In the world of AI, data is the fuel that powers your models. The quality and quantity of your data directly impact the accuracy and performance of your AI applications.

##### (2A) Identifying Relevant Sources
- Research existing data sources: Explore publicly available datasets, academic repositories, industry-specific databases, and other potential sources. Some websites such as Kaggle and Hugging Face have publicly available datasets as well as valuable machine learning and artificial intelligence learning resources. 

- Consider data availability and accessibility: Evaluate whether the identified data sources are accessible and if there are any restrictions or costs associated with obtaining the data.

- Leverage internal data: Utilize existing company knowledge bases, records, and other internal data sources to supplement external data.

- Consider data ethics and privacy: Ensure that data acquisition and use comply with relevant ethical guidelines and privacy regulations.

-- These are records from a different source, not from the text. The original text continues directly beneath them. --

def test_model_files_signals_and_disturbances(
    make: SimpleNamespace, tmp_path: Path, tank: InnovationsModel
) -> None:
    path = tmp_path / "x.npz"
    save_model(tank, path, {"signals": [
        {"name": "valve", "role": "actuator", "low": 0.0, "high": 8.0, "unit": "%"},
        {"name": "level", "role": "output", "unit": "m", "trip_high": 90.0},
        {"name": "sp", "role": "setpoint", "of": "level"},
    ]})  # fmt: skip
    env = base(made(model=str(path)))
    assert [s.name for s in env.setting.signals] == ["valve", "level", "sp"]
    assert env.observation_space.high[0] > 90.0  # type: ignore[attr-defined]
    assert json.loads(env.spec.to_json())["kwargs"]["model"] == str(path)  # type: ignore[union-attr]
    save_model(tank, path)
    assert base(made(model=path)).setting.signals[0].name == "u1"
    with pytest.raises(InputError, match="does not exist"):
        made(model=tmp_path / "no.npz")
    with pytest.raises(InputError, match="model is a int"):
        made(model=3)
    with pytest.raises(InputError, match="hold 2 actuators, 1 outputs"):
        made(model=tank, signals=[Signal(name=n, role="actuator") for n in "ab"]
             + [Signal(name="y", role="output")])  # fmt: skip
    both = make.random_model(np.random.default_rng(1), 2, 1, 1, 1)
    with pytest.raises(InputError, match=r"disturbance has shape \(5,\)"):
        made(model=both, disturbance=np.zeros(5))
    env = base(made(model=both, disturbance=np.linspace(4.0, 5.0, 500)[:, None]))
    seen, _ = env.reset(seed=1)
    assert 4.0 <= seen[2] <= 5.0


def test_wrong_calls(tank: InnovationsModel) -> None:
    env = base(made(model=tank))
    with pytest.raises(ResetNeeded, match="none was started"):
        env.step(np.ones(1))
    env.reset(seed=1)
    with pytest.raises(InputError, match=r"the action has shape \(2,\); \(1,\) is needed"):
        env.step(np.ones(2))
    with pytest.raises(InputError, match="render_mode is 'human'"):
        LoopEnv(env.setting, render_mode="human")
    with pytest.raises(InputError, match="latency_samples is -1"):
        made(model=tank, latency_samples=-1)


def test_strip_shows_where_everything_stands() -> None:
    env = made("idlearn/Kiln-v0", render_mode="ansi")
    env.reset(seed=1, options={"scenario": "setpoint steps"})
    for _ in range(30):
        env.step(np.ones(1))  # far above the setpoint after 600 s
    line = env.render()
    assert isinstance(line, str)
    assert line.startswith("   600.0 s  temperature")
    assert "degC" in line
    assert "heater       100 %" in line
    assert "#" * 24 in line
    assert line.count("o") == line.count("|") == 1
    assert "\n" not in line


def test_kiln_follows_a_simple_controller() -> None:
    env = base(made("idlearn/Kiln-v0", scaled=False))
    seen, info = env.reset(seed=2, options={"scenario": "setpoint steps"})
    u, costs = info["applied"][0], []
    last = 0.0
    while True:
        error = seen[1] - seen[0]
        u = float(np.clip(u + 0.8 * (error - last) + 0.8 * 20 / 1000 * error, 0, 100))
        last = error
        seen, _, terminated, truncated, info = env.step(np.array([u]))
        costs.append(info["cost"])
        if truncated or terminated:
            break
    assert truncated
    assert len(costs) == 360
    assert abs(error) < 8.0
    idle = 0.0
    env.reset(seed=2, options={"scenario": "setpoint steps"})
    while True:
        _, _, terminated, truncated, held = env.step(info["applied"] * 0 + 65.0)
        idle += held["cost"]
        if terminated or truncated:
            break
    assert np.sum(costs) < 0.5 * idle


def test_importing_the_package_alone_loads_no_gymnasium() -> None:
    code = (
        "import sys, idlearn; assert 'gymnasium' not in sys.modules;"
        "import idlearn.envs; import gymnasium;"
        "assert 'idlearn.envs.gym' not in sys.modules;"
        "bad = {'torch', 'matplotlib', 'pandas', 'numba', 'scipy.stats'} & set(sys.modules);"
        "assert not bad, bad;"
        "env = gymnasium.make('idlearn/Kiln-v0'); env.reset(seed=1)"
    )
    root = Path(__file__).resolve().parents[2]
    done = subprocess.run(
        [sys.executable, "-c", code], cwd=root, capture_output=True, text=True, check=False
    )
    assert done.returncode == 0, done.stderr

- Understanding Common Data Storage Formats for Existing Datasets
    When searching for and utilizing existing datasets, you'll encounter them in various storage formats. Data Storage Formats fall into two general categories: Structured Data Formats and Unstructured Data Formats:
    - Structured Data Formats
    
        - SQL Databases: These are widely used for storing structured data with defined fields and relationships. They are ideal for relational data, such as customer information, sales data, and inventory records.
        
        - CSV (Comma-Separated Values): A simple text format where values are separated by commas. CSV files are often used for exporting data from spreadsheets or databases.

        - JSON (JavaScript Object Notation): A human-readable data format that stores data in key-value pairs. JSON is commonly used for representing structured data in APIs and web applications.
    - Unstructured Data Formats

        - Text Files: Plain text files can store various types of data, including documents, code, and log files.

        - PDF (Portable Document Format): A file format used to represent documents, including text, images, and graphics.

        - XML (Extensible Markup Language): A markup language for storing and transporting data. XML is often used for structured data, but it can also store unstructured content.

        - Images: Formats like JPEG, PNG, and GIF are used for storing images.
        
        - Audio and Video: Formats like MP3, WAV, MP4, and AVI are used for storing audio and video files.

##### (2B) Evaluating Data Quality #Check google's guidelines about this
Once you've identified relevant data sources, it's crucial to evaluate their quality. This ensures that the data you're using is accurate, reliable, and suitable for training your virtual agent. Here are the key factors to consider:

- Accuracy: Verify the data's accuracy and reliability. This might involve checking sources, comparing with other data, or using data validation techniques.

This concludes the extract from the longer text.